Chart: Who Are the Long-Term Unemployed?
Nearly a third of the 14 million Americans who are officially unemployed have been out of work for more than a year, enough to fill the state of Louisiana. That share of total unemployment has grown by 50 percent since December 2009. These aren't merely the long-term unemployed, a term the Bureau of Labor Statistics defines as being out of work for more than six months. These are the long-long-term unemployed. The 52-weekers.

Here we go with the pictures:
How Old Are They?

How Long Did They Go to School?
This is one of the most surprising parts of the Pew study.
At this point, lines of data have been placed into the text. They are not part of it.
impl World {
    /// A world at its zero, with the controller just powered up.
    pub fn new(setup: &Setup) -> Self {
        let seed = setup.seed;
        let senses = certificate::draw(setup);
        let strings = senses.map(|sense| DividerString::new(sense.string));
        let converter = |index: usize, channel, part| {
            Converter::new(channel, senses[index].converter, substream(seed, part, 1 << 32))
        };
        let contact = |index: u64, line, active| {
            Contact::new(line, active, BOUNCE_NS, substream(seed, Part::Contacts, (index + 1) << 32))
        };
        let happenings = setup.scenario.happenings.iter();
        Self {
            now_ns: 0,
            steps: 0,
            polarity: setup.settings.polarity.sign() as f64,
            reference_celsius: setup.certificate.conditions.ambient_celsius,
            high_voltage: HighVoltage::new(Supply::new(setup.supply.clone(), seed), strings),
            converters: [
                converter(0, Channel::Sense, Part::MainConverter),
                converter(1, Channel::Cross, Part::CrossConverter),
            ],
            faulty: [false; 2],
            camera: Camera::new(setup.camera.clone(), seed),
            exposing: Exposing::default(),
            strobe: setup.camera.strobe,
            relay: PermitRelay::default(),
            contactors: Contactors::new(&mut stream(seed, Part::Contactors)),
            contacts: [
                contact(0, Line::LoopA, true),
                contact(1, Line::LoopB, true),
                contact(2, Line::Contactors, true),
                contact(3, Line::Button, false),
            ],
            door: stream(seed, Part::Contacts),
            enclosure: Enclosure::new(seed, setup.room_celsius),
            kelvin: 0.0,
            optional: OptionalInputs::default(),
            beam_fitted: setup.beam_fitted,
            thermometer_fitted: setup.thermometer_fitted,
            comparator_volts: setup.comparator_volts,
            device: Device::new(seed, flash(setup), 0),
            inbox: Inbox::default(),
            happenings: happenings.map(|happening| (ns(happening.at_seconds), happening.what)).collect(),
            attending: false,
            busy_until_ns: 0,
            last_disturbed_ns: 0,
            shots: VecDeque::new(),
        }
    }

    /// True time, nanoseconds from the world's zero.
    pub const fn now_ns(&self) -> i64 {
        self.now_ns
    }

    /// When the controller polls next, true nanoseconds: bytes that came in until then are taken in there.
    pub const fn next_poll_ns(&self) -> i64 {
        self.device.next_poll_ns()
    }

    /// Bytes from the host arrive now.
    pub fn receive(&mut self, bytes: &[u8]) {
        self.device.receive(bytes);
    }

    /// Bytes for the host. What is not taken waits in the controller's journal; nothing ever blocks.
    pub fn outgoing(&self) -> &[u8] {
        self.device.outgoing()
    }

    /// The first `count` of them are on their way.
    pub fn sent(&mut self, count: usize) {
        self.device.sent(count);
    }

    /// Takes all bytes for the host.
    pub fn take_outgoing(&mut self) -> Vec<u8> {
        let bytes = self.outgoing().to_vec();
        self.sent(bytes.len());
        bytes
    }

    /// The next completed frame.
    pub fn take_shot(&mut self) -> Option<Shot> {
        self.shots.pop_front()
    }

    /// The controller, to look at.
    pub const fn controller(&self) -> &Controller<Box<Journal>> {
        self.device.controller()
    }

    /// Whether the contactors are closed.
    pub const fn is_powered(&self) -> bool {
        self.contactors.mains_on()
    }

    /// The true voltage now, volts: for judges only, like the truth of a [`Shot`].
    pub const fn true_volts(&self) -> f64 {
        self.high_voltage.volts()
    }

    /// What the controller's clock shows at a true time: for judges only.
    pub fn true_device_us(&self, true_ns: i64) -> u64 {
        self.device.clock.device_us(true_ns)
    }

    /// True temperature of the strings, degrees Celsius: for judges only.
    pub fn true_celsius(&self) -> f64 {
        self.enclosure.celsius()
    }

    /// Lets something happen now, beside the scenario.
    pub fn happen(&mut self, what: What) {
        self.apply(what, self.now_ns);
    }

    /// The controller loses power and starts again, as after a reset of this cause: a new epoch.
    pub fn restart(&mut self, cause: ResetCause) {
        self.device.restart(self.now_ns, cause);
        self.inbox = Inbox::default();
        self.relay.drive(self.now_ns, false);
        self.exposing.set_lamp(self.now_ns, false);
    }

    /// Whether this time has been reached.
    pub const fn is_at(&self, time_ns: i64) -> bool {
        self.now_ns >= time_ns
    }

    /// Lets time pass until `until_ns`.
    pub fn advance_to(&mut self, until_ns: i64) {
        loop {
            let poll_ns = self.device.next_poll_ns();
            let target_ns = poll_ns.min(until_ns);
            while self.high_voltage.end_ns() + STEP_NS <= target_ns {
                self.step();
            }
            self.now_ns = self.now_ns.max(target_ns);
            if poll_ns > until_ns {
                break;
            }
            // A restart on the way has moved the poll.
            if self.device.next_poll_ns() == poll_ns {
                self.poll(poll_ns);
            }
        }
    }

    fn step(&mut self) {
        let end_ns = self.high_voltage.end_ns() + STEP_NS;
        self.now_ns = self.now_ns.max(end_ns);
        while let Some((at_ns, what)) = self.happenings.front().copied().filter(|(at_ns, _)| *at_ns <= end_ns) {
            self.happenings.pop_front();
            self.apply(what, at_ns);
        }
        self.high_voltage.step(self.contactors.mains_on());
        self.steps += 1;
        self.convert(end_ns);
        while self.camera.next_move_ns() < end_ns {
            self.move_shutter();
        }
        if self.steps.is_multiple_of(TICK_STEPS) {
            self.tick(end_ns);
        }
    }

    fn convert(&mut self, end_ns: i64) {
        for (index, converter) in self.converters.iter_mut().enumerate() {
            while converter.end_ns() < end_ns {
                let at_ns = converter.end_ns();
                let integral = self.high_voltage.filtered_integral_at(index, at_ns);
                let string = &self.high_voltage.strings[index];
                let (polarity, kelvin) = (self.polarity, self.kelvin);
                let code = converter.finish(integral, |mean| string.tap_volts(polarity * mean, kelvin));
                if let Some(code) = code {
                    let time_us = self.device.clock.device_us(at_ns);
                    self.inbox.conversions.push(Conversion { channel: converter.channel(), time_us, code });
                }
            }
        }
    }

    /// What moves slowly.
    fn tick(&mut self, now_ns: i64) {
        self.gather_edges(now_ns);
        let loops = self.contacts[LOOP_A].is_active() && self.contacts[LOOP_B].is_active();
        let driven = self.relay.pass(now_ns) && loops;
        if self.contactors.pass(now_ns, driven) {
            self.contacts[MIRROR].change(now_ns, self.contactors.released());
        }
        let off = !(loops && self.contactors.mains_on());
        if off || self.high_voltage.supply.is_disturbed() || self.faulty != [false; 2] || self.camera.lies() {
            self.last_disturbed_ns = now_ns;
        }
        if self.steps.is_multiple_of(LIGHT_STEPS) {
            if self.camera.wants_light() {
                self.exposing.sample(now_ns, self.high_voltage.volts());
            }
            self.read_slow_inputs();
        }
        if self.steps.is_multiple_of(ATTEND_STEPS) && self.attending {
            self.attend(now_ns);
        }
        if self.steps % SECOND_STEPS == TICK_STEPS {
            self.enclosure.second();
            self.kelvin = self.enclosure.celsius() - self.reference_celsius;
            self.device.clock.retune(now_ns, self.kelvin);
        }
    }

    fn gather_edges(&mut self, until_ns: i64) {
        for contact in &mut self.contacts {
            while let Some((at_ns, active)) = contact.next_edge(until_ns) {
                let time_us = self.device.clock.device_us(at_ns);
                self.inbox.edges.push(Edge { line: contact.line(), active, time_us });
            }
        }
    }

    fn read_slow_inputs(&mut self) {
        let volts = self.high_voltage.volts();
        let beam_na = self.enclosure.beam_na(volts);
        self.optional = OptionalInputs {
            beam_na: self.beam_fitted.then_some(beam_na),
            enclosure_centicelsius: self.thermometer_fitted.then(|| self.enclosure.sensor_centicelsius()),
            comparator: self.comparator_volts.map(|limit| volts > limit),
        };
    }

    fn move_shutter(&mut self) {
        let at_ns = self.camera.next_move_ns();
        let integral = self.high_voltage.integral_at(at_ns);
        let shutter = self.camera.move_shutter();
        if self.strobe {
            let time_us = self.device.clock.device_us(at_ns);
            self.inbox.edges.push(Edge { line: Line::Strobe, active: shutter == Shutter::Opens, time_us });
        }
        match shutter {
            Shutter::Opens => self.exposing.open(at_ns, integral),
            Shutter::Loses => {}
            Shutter::Closes(exposed) => {
                let shot = self.exposing.close(&exposed, integral, self.camera.setup(), self.last_disturbed_ns);
                self.shots.push_back(shot);
            }
        }
    }

    fn poll(&mut self, poll_ns: i64) {
        self.gather_edges(self.high_voltage.end_ns());
        let [a, b, mirror, button] = &self.contacts;
        let contacts = Contacts {
            loop_a_closed: a.is_active(),
            loop_b_closed: b.is_active(),
            contactors_released: mirror.is_active(),
            button_pressed: button.is_active(),
        };
        let outputs = self.device.poll(contacts, &mut self.inbox, self.optional);
        self.relay.drive(poll_ns, outputs.permit);
        self.exposing.set_lamp(poll_ns, outputs.lamp);
    }

    /// Whoever attends does what the controller waits for.
    fn attend(&mut self, now_ns: i64) {
        if now_ns < self.busy_until_ns {
            return;
        }
        let (first, then, wait_ns) = match self.device.controller().status().permit {
            PermitState::AwaitingLoopTest => (What::OpenDoor, What::CloseDoor, 400_000_000),
            PermitState::AwaitingPress => (What::PressButton, What::ReleaseButton, 200_000_000),
            _ => return,
        };
        self.busy_until_ns = now_ns + 3 * wait_ns;
        self.later(now_ns + wait_ns / 2, first);
        self.later(now_ns + wait_ns / 2 + wait_ns, then);
    }

    fn later(&mut self, at_ns: i64, what: What) {
        let place = self.happenings.partition_point(|(time, _)| *time <= at_ns);
        self.happenings.insert(place, (at_ns, what));
    }

    fn apply(&mut self, what: What, now_ns: i64) {
        match what {
            What::SetVolts { volts } => self.high_voltage.supply.set(volts),
            What::Ramp { volts, volts_per_second } => self.high_voltage.supply.ramp(volts, now_ns, volts_per_second),
            What::Sag { fraction, seconds } => self.high_voltage.supply.sag(fraction, now_ns, seconds),
            What::Jump { fraction } => self.high_voltage.supply.jump(fraction, now_ns),
            What::Arc => self.high_voltage.supply.arc(),
            What::Mains { hertz, level } => self.high_voltage.supply.set_mains(hertz, level),
            What::OpenDoor => self.move_loops(now_ns, Some(false), Some(false)),
            What::CloseDoor => self.move_loops(now_ns, Some(true), Some(true)),
            What::OpenLoopA => self.move_loops(now_ns, Some(false), None),
            What::CloseLoopA => self.move_loops(now_ns, Some(true), None),
            What::OpenLoopB => self.move_loops(now_ns, None, Some(false)),
            What::CloseLoopB => self.move_loops(now_ns, None, Some(true)),
            What::PressButton => self.contacts[BUTTON].change(now_ns, true),
            What::ReleaseButton => self.contacts[BUTTON].change(now_ns, false),
            What::Attend => self.attending = true,
            What::Leave => self.attending = false,
            What::WeldContactor => self.weld(now_ns, Weld::Both),
            What::WeldOne => self.weld(now_ns, Weld::One),
            What::FreeContactor => self.weld(now_ns, Weld::None),
            What::StringFactor { which, factor } => self.break_string(which, StringFault::Factor(factor)),
            What::OverRange { which } => self.break_string(which, StringFault::Clamped),
            What::Silent { which } => self.break_converter(which, ConverterFault::Silent),
            What::Frozen { which } => self.break_converter(which, ConverterFault::Frozen),
            What::Mend { which } => {
                self.break_string(which, StringFault::None);
                self.break_converter(which, ConverterFault::None);
                self.faulty[index(which)] = false;
            }
            What::StartCamera => self.camera.start(now_ns),
            What::StopCamera => self.camera.stop(),
            What::CameraOff { seconds } => self.camera.lie(ns(seconds)),
            What::LoseFrames { frames } => self.camera.lose(frames),
            What::ConnectStrobe => self.strobe = true,
            What::CutStrobe => self.strobe = false,
            What::Celsius { celsius } => self.enclosure.set_room(celsius),
            What::Brownout => self.restart(ResetCause::PowerOn),
            What::WatchdogReset => self.restart(ResetCause::Watchdog),
            What::Unplug => self.device.plug(false),
            What::Plug => self.device.plug(true),
        }
        if disturbs(&what) {
            self.last_disturbed_ns = now_ns;
        }
    }

    fn move_loops(&mut self, now_ns: i64, a: Option<bool>, b: Option<bool>) {
        // The two contacts of one door do not move at the same time.
        let later_ns = self.door.random_range(0..3_000_000);
        for (index, level, at_ns) in [(LOOP_A, a, now_ns), (LOOP_B, b, now_ns + later_ns)] {
            if let Some(level) = level {
                self.contacts[index].change(at_ns, level);
            }
        }
    }

    fn weld(&mut self, now_ns: i64, weld: Weld) {
        self.contactors.set_weld(weld);
        self.contacts[MIRROR].change(now_ns, self.contactors.released());
    }

    fn break_string(&mut self, which: Which, fault: StringFault) {
        self.high_voltage.strings[index(which)].set_fault(fault);
        self.faulty[index(which)] = true;
    }

    fn break_converter(&mut self, which: Which, fault: ConverterFault) {
        self.converters[index(which)].set_fault(fault);
        self.faulty[index(which)] = true;
    }
}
Advanced and Bachelor's degrees are fantastic protection against unemployment. Joblessness is below 5% for college grads and in the mid-teens for high school drop-outs. But among the unemployment, a roughly equal share of each group -- from advanced degree to less than HS -- are long-term unemployed: Between 30 and 40% across the board.
What does this prove? Hard to say. My gut says that age has much more to do with long-term jobless trends than educational attainment. Leave your own theories in the comment section.
Where Do They Work?
We crunched and graphed some Pew data to create this chart of industry-by-industry unemployment rates (BLUE) and long-term unemployment's share of total joblessness (RED). To be clear: It might be confusing on first blush that the red bar is higher than the blue bar, because it represents fewer people. But that is because it stands for a share of total unemployment. Make sense?
1) There is no relationship between unemployment and long-term unemployment by industry that I can see. None. Mining has low unemployment and high salaries and terrible long-term joblessness. The leisure industry has one of the worst overall unemployment rates but its long-term jobless share is low.
2) Think about where young people work. They work in leisure. Some work as nurses or teachers. They work in wholesale and retail. Young people have an easier time finding new work. That might be a key reason why these industries have lower long-term unemployment.
3) Agriculture looks remarkably insulated from both the unemployment crisis and the long-term unemployment scourge.